# EPDM Slope ?



## We Fix Houses (Aug 15, 2007)

I'm going to be getting into a reno for a customer next week. He's a hands on guy and he'll get the roofer both rubber and asphalt to do the house.

Presently there's an addition on the back of the house that extends 10' ft out, 12' wide. Flat roof, tar & gravel. Its covered by a blue tarp now and sunk in. It runs into the main house that is asphalt shingles. They'll be redone too. 

I'll take the top off and go back with 2 x 8 or 2 x 10's and plywood deck. 

I may not get the info I need in time to know the slope to put on the roof deck for the epdm ? I suppose any slope is helpful ?

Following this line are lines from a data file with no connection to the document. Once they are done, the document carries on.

import { setTimeout as sleep } from "node:timers/promises";
import { beforeAll, describe, expect, it } from "vitest";
import { PUT as save } from "@/app/api/desk/items/[itemId]/reading/route";
import { saveReading } from "@/lib/desk/save-reading";
import { SavedReadingSchema } from "@/lib/desk/schema";
import { submitRound } from "@/lib/desk/submit-round";
import { ALIGNED } from "@/lib/reflex/finding";
import { advanceRound } from "@/lib/rounds/advance-round";
import { callRoute } from "../../support/call-route";
import { changingNothing } from "../../support/changing-nothing";
import { useDatabase } from "../../support/database";
import { readingInput, showingIds } from "../../support/desk";
import { itIsGuarded, itRefusesOtherSites } from "../../support/guarded-route";
import { runDueJobs } from "../../support/jobs";
import { expectFieldErrors, expectProblem } from "../../support/problem";
import { signInAs } from "../../support/session";
import { makeTwoDepartments, type TwoDepartments } from "../../support/staff";
import {
  leftExo,
  makeCase,
  makeOpenRound,
  makePerson,
  readWholeRound,
  rightEso,
  type TestPerson,
  type TestRound,
} from "../../support/world";

const HOUR_MS = 3_600_000;
const hence = (hours: number) => new Date(Date.now() + hours * HOUR_MS);

describe("PUT /api/desk/items/[itemId]/reading", () => {
  const db = useDatabase();
  let people: TwoDepartments;
  let lead: TestPerson;
  let examiner: TestPerson;
  let caseIds: string[];
  beforeAll(async () => {
    people = await makeTwoDepartments(db());
    ({ lead, examiner } = people.own);
    caseIds = [];
    for (const degrees of [15, 20, 30]) caseIds.push(await makeCase(db(), lead, leftExo(degrees)));
  });

  /** A round of the examiner's own, and the showing that stands first in it. */
  const openRound = async (changes: Partial<TestRound> = {}) => {
    const items = caseIds.map((caseId) => ({ caseId, kind: "first" as const }));
    const roundId = await makeOpenRound(db(), lead, { examiners: [examiner], items, ...changes });
    const ids = await showingIds(db(), examiner, roundId);
    return { roundId, ids, itemId: ids[0] ?? "" };
  };
  const put = (itemId: string, body: unknown, person = examiner) => {
    signInAs(person.id);
    return callRoute(save, { params: { itemId }, body });
  };
  const refuse = (itemId: string, body: unknown, person?: TestPerson) =>
    changingNothing(db(), () => put(itemId, body, person));
  const storedOf = (itemId: string) => db()("readings").where({ assignment_item_id: itemId });

  describe("whoever asks", () => {
    let itemId: string;
    beforeAll(async () => {
      ({ itemId } = await openRound());
    });
    const guarded = {
      db,
      handler: save,
      roles: ["examiner", "trainee"] as const,
      people: () => people,
      call: () => ({ params: { itemId }, body: readingInput() }),
      param: "itemId",
    };
    itIsGuarded(guarded);
    itRefusesOtherSites(guarded);
    it("answers 404 for somebody else's showing, in the same round too", async () => {
      const colleague = await makePerson(db(), lead.departmentId, ["examiner"]);
      expectProblem(await refuse(itemId, readingInput(), colleague), 404, "not-found");
      const shared = await openRound({ examiners: [examiner, colleague] });
      expectProblem(await refuse(shared.itemId, readingInput(), colleague), 404, "not-found");
    });

    it.each<[string, Record<string, unknown>, string[]]>([
      ["no finding", { finding: undefined }, ["#/finding"]],
      ["a finding without an eye", { finding: { ...leftExo(20), eye: "none" } }, ["#/finding/eye"]],
      ["an eye without a direction", { finding: { ...ALIGNED, eye: "left" } }, ["#/finding/horizontal"]],
      ["0 degrees", { finding: leftExo(0) }, ["#/finding/horizontalDegrees"]],
      ["46 degrees", { finding: leftExo(46) }, ["#/finding/horizontalDegrees"]],
      ["degrees as a text", { finding: { ...leftExo(1), horizontalDegrees: "20" } }, ["#/finding/horizontalDegrees"]],
      ["a reason that is none", { finding: { readable: false, reason: "tired" } }, ["#/finding/reason"]],
      ["no name of the save", { saveId: "1" }, ["#/saveId"]],
      ["revision 0", { revision: 0 }, ["#/revision"]],
      ["another confidence", { confidence: "certain" }, ["#/confidence"]],
      ["seconds below 0", { seconds: -1 }, ["#/seconds"]],
      ["a field that does not exist", { reference: ALIGNED }, ["#"]],
    ])("answers 422 to %s and keeps nothing", async (_, changes, pointers) => {
      expectFieldErrors(await refuse(itemId, readingInput(changes)), pointers);
    });
    it("answers 400 to what is not JSON", async () => {
      expectProblem(await refuse(itemId, "left exo"), 400, "not-json");
    });
  });

  it("keeps the reading with the convention of the round, and answers with what is kept", async () => {
    await db()("departments").where({ id: lead.departmentId }).update({ convention: "own", own_degrees_per_mm: 11.5 });
    const { itemId } = await openRound();
    await db()("departments")
      .where({ id: lead.departmentId })
      .update({ convention: "landmarks", own_degrees_per_mm: null });
    const input = readingInput({ finding: { ...leftExo(1), horizontalDegrees: ">45" }, confidence: "unsure" });
    const { status, body } = await put(itemId, input);
    expect(status).toBe(200);
    const { savedAt, ...kept } = SavedReadingSchema.parse(body);
    expect({ saveId: input.saveId, ...kept }).toEqual(input);
    expect(await storedOf(itemId)).toMatchObject([
      {
        save_id: input.saveId,
        convention: "own",
        own_degrees_per_mm: "11.50",
        horizontal_degrees: null,
        horizontal_beyond: true,
        seconds: "4.5",
        saved_at: new Date(savedAt),
      },
    ]);
  });
  it("replaces the reading by a later one, and remembers the first time", async () => {
    const { itemId } = await openRound();
    await put(itemId, readingInput());
    const [before] = await storedOf(itemId);
    expect((await put(itemId, readingInput({ revision: 2, finding: rightEso(15) }))).status).toBe(200);
    const [after] = await storedOf(itemId);
    expect(after).toMatchObject({ id: before.id, eye: "right", revision: 2, first_saved_at: before.first_saved_at });
  });

  it("counts the same save once, whether it comes again later, at once, or with other words", async () => {
    const { itemId } = await openRound();
    const input = readingInput();
    const answers = await Promise.all([put(itemId, input), put(itemId, input), put(itemId, input)]);
    expect(answers.map(({ status }) => status)).toEqual([200, 200, 200]);
    const [first] = answers;
    expect(answers.map(({ body }) => body)).toEqual([first?.body, first?.body, first?.body]);
    expect((await refuse(itemId, input)).body).toEqual(first?.body);
    expect((await refuse(itemId, { ...input, finding: rightEso(40) })).body).toEqual(first?.body);
  });
  it("answers 409 to an older save and keeps the newer one", async () => {
    const { itemId } = await openRound();
    await put(itemId, readingInput({ revision: 5, finding: rightEso(15) }));
    for (const revision of [4, 5]) {
      expectProblem(await refuse(itemId, readingInput({ revision })), 409, "older-reading");
    }
  });

  it("answers 409 before the opening", async () => {
    const { itemId } = await openRound({ opensAt: hence(1) });
    expectProblem(await refuse(itemId, readingInput()), 409, "round-not-open");
  });
  it("takes a reading from the very moment of opening up to the closing, and not at it", async () => {
    const [opensAt, closesAt] = [hence(1), hence(2)];
    const { ids } = await openRound({ opensAt, closesAt });
    const saveAt = (id: string, ms: number) => saveReading(db(), examiner, id, readingInput(), new Date(ms));
    const [one = "", two = "", three = ""] = ids;
    await expect(saveAt(one, opensAt.getTime() - 1)).rejects.toMatchObject({ code: "round-not-open" });
    await saveAt(one, opensAt.getTime());
    await saveAt(two, closesAt.getTime() - 1);
    await expect(saveAt(three, closesAt.getTime())).rejects.toMatchObject({ code: "round-closed" });
    expect(await db()("readings").whereIn("assignment_item_id", ids)).toHaveLength(2);
  });
  it("answers 409 after the closing, and says that the reading was not counted but kept on the screen", async () => {
    const { roundId, itemId } = await openRound();
    await db()("rounds")
      .where({ id: roundId })
      .update({ closes_at: new Date(Date.now() - 1) });
    expectProblem(await refuse(itemId, readingInput()), 409, "round-closed");
    await advanceRound(db(), lead, roundId, "closed");
    const { detail } = expectProblem(await refuse(itemId, readingInput()), 409, "round-closed");
    expect(detail).toMatch(/not counted.*kept on your screen/);
  });
  it("answers 409 after handing in", async () => {
    const { roundId, itemId } = await openRound();
    await readWholeRound(db(), examiner, roundId, () => leftExo(20));
    await submitRound(db(), examiner, roundId);
    expectProblem(await refuse(itemId, readingInput({ revision: 2 })), 409, "round-submitted");
  });
  it("confirms after the closing a save that had arrived before, whose answer was lost", async () => {
    const { roundId, itemId } = await openRound();
    const input = readingInput();
    const { body } = await put(itemId, input);
    await advanceRound(db(), lead, roundId, "closed");
    expect(await refuse(itemId, input)).toMatchObject({ status: 200, body });
  });

  it("keeps the newest of 20 saves of one case at once", async () => {
    const { itemId } = await openRound();
    const revisions = Array.from({ length: 20 }, (_, index) => ((index * 7) % 20) + 1); // 1 to 20, not in order
    const inputs = revisions.map((revision) => readingInput({ revision, finding: leftExo(revision) }));
    const answers = await Promise.all(inputs.map((input) => put(itemId, input)));
    for (const answer of answers) if (answer.status !== 200) expectProblem(answer, 409, "older-reading");
    expect(await storedOf(itemId)).toMatchObject([{ revision: 20, horizontal_degrees: 20 }]);
  });
  it("keeps every one of 20 saves of 20 cases at once", async () => {
    const kinds = ["first", "repeat", "repeat", "repeat", "repeat", "mirrored", "mirrored"] as const;
    const items = kinds.flatMap((kind) => caseIds.map((caseId) => ({ caseId, kind })));
    const { ids } = await openRound({ items: items.slice(0, 20) });
    const answers = await Promise.all(ids.map((id, index) => put(id, readingInput({ finding: leftExo(index + 1) }))));
    expect(answers.map(({ status }) => status)).toEqual(Array(20).fill(200));
    for (const [index, id] of ids.entries())
      expect(await storedOf(id)).toMatchObject([{ horizontal_degrees: index + 1 }]);
  });

  describe("racing a close", () => {
    it("waits for a close under way, and is refused by it", async () => {
      const { roundId, itemId } = await openRound();
      const closing = await db().transaction();
      await advanceRound(closing, lead, roundId, "closed");
      const saving = put(itemId, readingInput());
      await sleep(300); // it must not have got through, nor been refused, before the close is decided
      expect(await storedOf(itemId)).toEqual([]);
      await closing.commit();
      expectProblem(await saving, 409, "round-closed");
      expect(await storedOf(itemId)).toEqual([]);
    });
    it("is taken when the close under way is given up", async () => {
      const { roundId, itemId } = await openRound();
      const closing = await db().transaction();
      await advanceRound(closing, lead, roundId, "closed");
      const saving = put(itemId, readingInput());
      await sleep(100);
      await closing.rollback();
      expect((await saving).status).toBe(200);
    });
    it("makes the close wait for a save under way, which then counts", async () => {
      const { roundId, itemId } = await openRound();
      const saving = await db().transaction();
      await saveReading(saving, examiner, itemId, readingInput());
      const closing = advanceRound(db(), lead, roundId, "closed");
      await sleep(300);
      expect(await db()("rounds").where({ id: roundId }).first()).toMatchObject({ state: "open" });
      await saving.commit();
      await closing;
      await runDueJobs();
      const [result] = await db()("examiner_results")
        .join("results", "results.id", "result_id")
        .where({ round_id: roundId });
      expect(result.figures).toMatchObject({ caseCount: 3, readCount: 1 });
    });
    it("never lands after the close: every save is kept and acknowledged, or neither", async () => {
      const examiners = [
        examiner,
        ...(await Promise.all([1, 2, 3].map(() => makePerson(db(), lead.departmentId, ["examiner"])))),
      ];
      const { roundId } = await openRound({ examiners });
      const saves: Promise<unknown>[] = [];
      const outcomes: { id: string; isKept: boolean }[] = [];
      for (const person of examiners) {
        for (const id of await showingIds(db(), person, roundId)) {
          const saving = saveReading(db(), person, id, readingInput()).then(
            () => outcomes.push({ id, isKept: true }),
            () => outcomes.push({ id, isKept: false }),
          );
          saves.push(saving);
          if (saves.length === 6) saves.push(advanceRound(db(), lead, roundId, "closed"));
        }
      }
      await Promise.all(saves);
      const rows = await db()("readings")
        .join("assignment_items", "assignment_items.id", "assignment_item_id")
        .join("assignments", "assignments.id", "assignment_id")
        .where({ round_id: roundId })
        .select("assignment_item_id");
      expect(rows.map((row) => row.assignment_item_id).sort()).toEqual(
        outcomes
          .filter(({ isKept }) => isKept)
          .map(({ id }) => id)
          .sort(),
      );
      expect(outcomes).toHaveLength(12);
      await runDueJobs();
      const figures = await db()("examiner_results")
        .join("results", "results.id", "result_id")
        .where({ round_id: roundId });
      expect(figures.reduce((total, row) => total + row.figures.readCount, 0)).toBe(rows.length);
    });
  });
});
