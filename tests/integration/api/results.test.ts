import { beforeAll, describe, expect, it } from "vitest";
import { GET as getResults } from "@/app/api/rounds/[roundId]/results/route";
import { mirrorFinding } from "@/lib/reflex/mirror-finding";
import { RoundResultsAnswerSchema } from "@/lib/results/schema";
import { advanceRound } from "@/lib/rounds/advance-round";
import { callRoute } from "../../support/call-route";
import { useDatabase } from "../../support/database";
import { itIsGuarded } from "../../support/guarded-route";
import { runDueJobs } from "../../support/jobs";
import { expectProblem } from "../../support/problem";
import { signInAs } from "../../support/session";
import { makeTwoDepartments, type TwoDepartments } from "../../support/staff";
import {
  leftExo,
  makeCase,
  makeDraft,
  makeOpenRound,
  readWholeRound,
  rightEso,
  submitWholeRound,
} from "../../support/world";

describe("GET /api/rounds/[roundId]/results", () => {
  const db = useDatabase();
  let people: TwoDepartments;
  let roundId: string;
  let items: { caseId: string; kind: "first" | "mirrored" }[];
  beforeAll(async () => {
    people = await makeTwoDepartments(db());
    const { lead, examiner, trainee } = people.own;
    items = [];
    for (const [code, finding] of [
      ["R-1", leftExo(20)],
      ["R-2", leftExo(30)],
      ["R-3", rightEso(15)],
    ] as const) {
      items.push({ caseId: await makeCase(db(), lead, finding, { code }), kind: "first" });
    }
    items.push({ caseId: items[0]?.caseId ?? "", kind: "mirrored" });
    roundId = await makeOpenRound(db(), lead, { examiners: [examiner, trainee], items });
    // The examiner reads two of three as they are and the mirrored one as if it were not; the trainee reads one case.
    await readWholeRound(db(), examiner, roundId, (caseId) =>
      caseId === items[2]?.caseId ? rightEso(20) : leftExo(20),
    );
    await submitWholeRound(db(), examiner, roundId);
    await readWholeRound(db(), trainee, roundId, (caseId) => (caseId === items[2]?.caseId ? leftExo(15) : null));
  });
  const get = (role: "lead" | "reviewer" = "lead", id = roundId) => {
    signInAs(people.own[role].id);
    return callRoute(getResults, { params: { roundId: id } });
  };

  it("answers 409 to the lead and 404 to a reviewer while the round is sealed", async () => {
    expectProblem(await get("lead"), 409, "round-sealed");
    expectProblem(await get("reviewer"), 404, "not-found");
    const draft = await makeDraft(db(), people.own.lead, { examiners: [], items: [] });
    expectProblem(await get("lead", draft), 409, "round-sealed");
  });

  describe("after the closing", () => {
    beforeAll(async () => {
      await advanceRound(db(), people.own.lead, roundId, "closed");
    });
    itIsGuarded({
      db,
      handler: getResults,
      roles: ["lead", "reviewer"],
      people: () => people,
      call: () => ({ params: { roundId } }),
      param: "roundId",
    });

    it("gives none until they are computed, then every examiner's and every item's", async () => {
      expect((await get()).body).toEqual({ results: null });
      await runDueJobs();
      const { results } = RoundResultsAnswerSchema.parse((await get()).body);
      expect(results).toMatchObject({
        round: { id: roundId, state: "closed", convention: expect.any(String) },
        revision: 1,
        reason: "closed",
        panel: { examinerCount: 2, readCount: 4 },
      });
      const [reference] = [leftExo(20)];
      const item = (code: string, kind: string) =>
        results?.cases.find((each) => each.code === code && each.kind === kind);
      expect(item("R-1", "first")).toMatchObject({ reference, readCount: 1, agreedCount: 1 });
      expect(item("R-1", "mirrored")).toMatchObject({
        reference: mirrorFinding(reference),
        readCount: 1,
        agreedCount: 0,
      });
      expect(item("R-3", "first")).toMatchObject({ readCount: 2, agreedCount: 1 });
      const figures = (id: string) => results?.examiners.find(({ personId }) => personId === id)?.figures;
      // Differences of the examiner: 0, +10 (exo 20 for exo 30) and +5 (eso 20 for eso 15), so a bias of 5.
      expect(figures(people.own.examiner.id)).toMatchObject({
        caseCount: 3,
        readCount: 3,
        repeatCount: 1,
        horizontal: { limits: { ok: true, n: 3, bias: { estimate: 5 } } },
        errorCounts: { "size outside tolerance": 1 },
      });
      expect(figures(people.own.trainee.id)).toMatchObject({
        readCount: 1,
        horizontal: { limits: { ok: false, n: 1, reason: "fewer than three pairs" }, leftOut: { unread: 2 } },
        errorCounts: { "horizontal direction reversed": 1 },
      });
      const submitted = results?.examiners.filter(({ submittedAt }) => submittedAt !== null);
      expect(submitted?.map(({ personId }) => personId)).toEqual([people.own.examiner.id]);
    });
    it("answers 404 to a reviewer until the release", async () => {
      expectProblem(await get("reviewer"), 404, "not-found");
      await advanceRound(db(), people.own.lead, roundId, "released");
      expect((await get("reviewer")).body).toEqual((await get("lead")).body);
      expect((await get("reviewer")).status).toBe(200);
    });
  });
});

So how much slope ? 10 ft run, is 6" too much, 1" too little ? Like I said it intersects with the 4/12 slope of the existing shingle roof. So that's what (water) will be running down on it.

Thanks


----------



## We Fix Houses (Aug 15, 2007)

How's about a minimum slope ? I guess that's the question.


----------



## tekwrytr (Sep 11, 2007)

Anything that eliminatess standing water. More is better. In Minnesota, decks up to 8/12 are routinely covered with EPDM. So are decks with a drop of 2" in 100'.
Thanks


----------



## apehangeralfy (Oct 26, 2008)

2.5" per 10' = 1/4" per foot is the standard. Why EDPM on something that small?

or if you can get 1/2" per foot I would go with a peel-n-stick Mod Bit...


----------



## We Fix Houses (Aug 15, 2007)

Ap- As soon as you said why EPDM on something that small it hit me.....peel 'n stick....the you said it. 

I went to the GAF site and checked around. This is the link. 
http://www.gaf.com/Content/GAF/RES1/ROOF/liberty.asp?viewer=&module=

Could be an alternative ? It didn't register with me as its not an out building or garage. But the guys going to flip the house and he does spend a bit more than most. Its a mid / upper mid neighborhood. I'll mention it to him. He's asking me.

Clarify this "I would go with a peel-n-stick Mod Bit... " ...bituminous what...???

I can get 1/4" or 1/2" per ft. Thanks, that's the set up I need. Makes sense.


----------



## Grumpy (Oct 8, 2003)

EPDM is fine if there is enough slope to drain any water off the roof within 24 hours of the last percipitation event. 1/8" slope per foot is more than adequate.


----------



## oldfrt (Oct 10, 2007)

One of the last EDPM roofs I did was a 3/12,shed dormer,30' long on the second floor.

Roof worked great,only problem was in the winter when ice build up would come off the roof in huge chunks.
It almost took off a garden window I had installed.
Every winter now HO puts up a structure over the window to protect it and never uses rear entry.

Shouldn't be a problem in NC,but added here to make others aware of a possible drawback or precaution in it's use.


----------



## We Fix Houses (Aug 15, 2007)

Thanks a lot fellas. The roofers were there today. Got the shingles and EPDM completed. I got about 6" in 12'.

This is a FC in a good neighborhood. The roofer was not calling back and I had to determine with your input a proper pitch for the new EPDM. 

The rear room addition flat roof was blue tarped. About 1" slope if that in 12'. Roof / Ceiling joists nailed to the house. I opened the roof and added new rafters from the outer wall to the higher up top plate of the house like its supposed to be. Released and leveled the old ceiling joists now carrying only the dw ceiling upon a new 2 x 4 wall against the house.


----------



## Grumpy (Oct 8, 2003)

oldfrt said:


> One of the last EDPM roofs I did was a 3/12,shed dormer,30' long on the second floor.
> 
> Roof worked great,only problem was in the winter when ice build up would come off the roof in huge chunks.
> It almost took off a garden window I had installed.
> ...


Have they considered adhesive snow guards?


----------



## oldfrt (Oct 10, 2007)

Grumpy said:


> Have they considered adhesive snow guards?


 Looked into finding something a couple of years ago,I was afraid that the rubber would get torn with the adhesive guards.
Looked for something that may be attached to the facia instead but had no luck.
Have you used these?


----------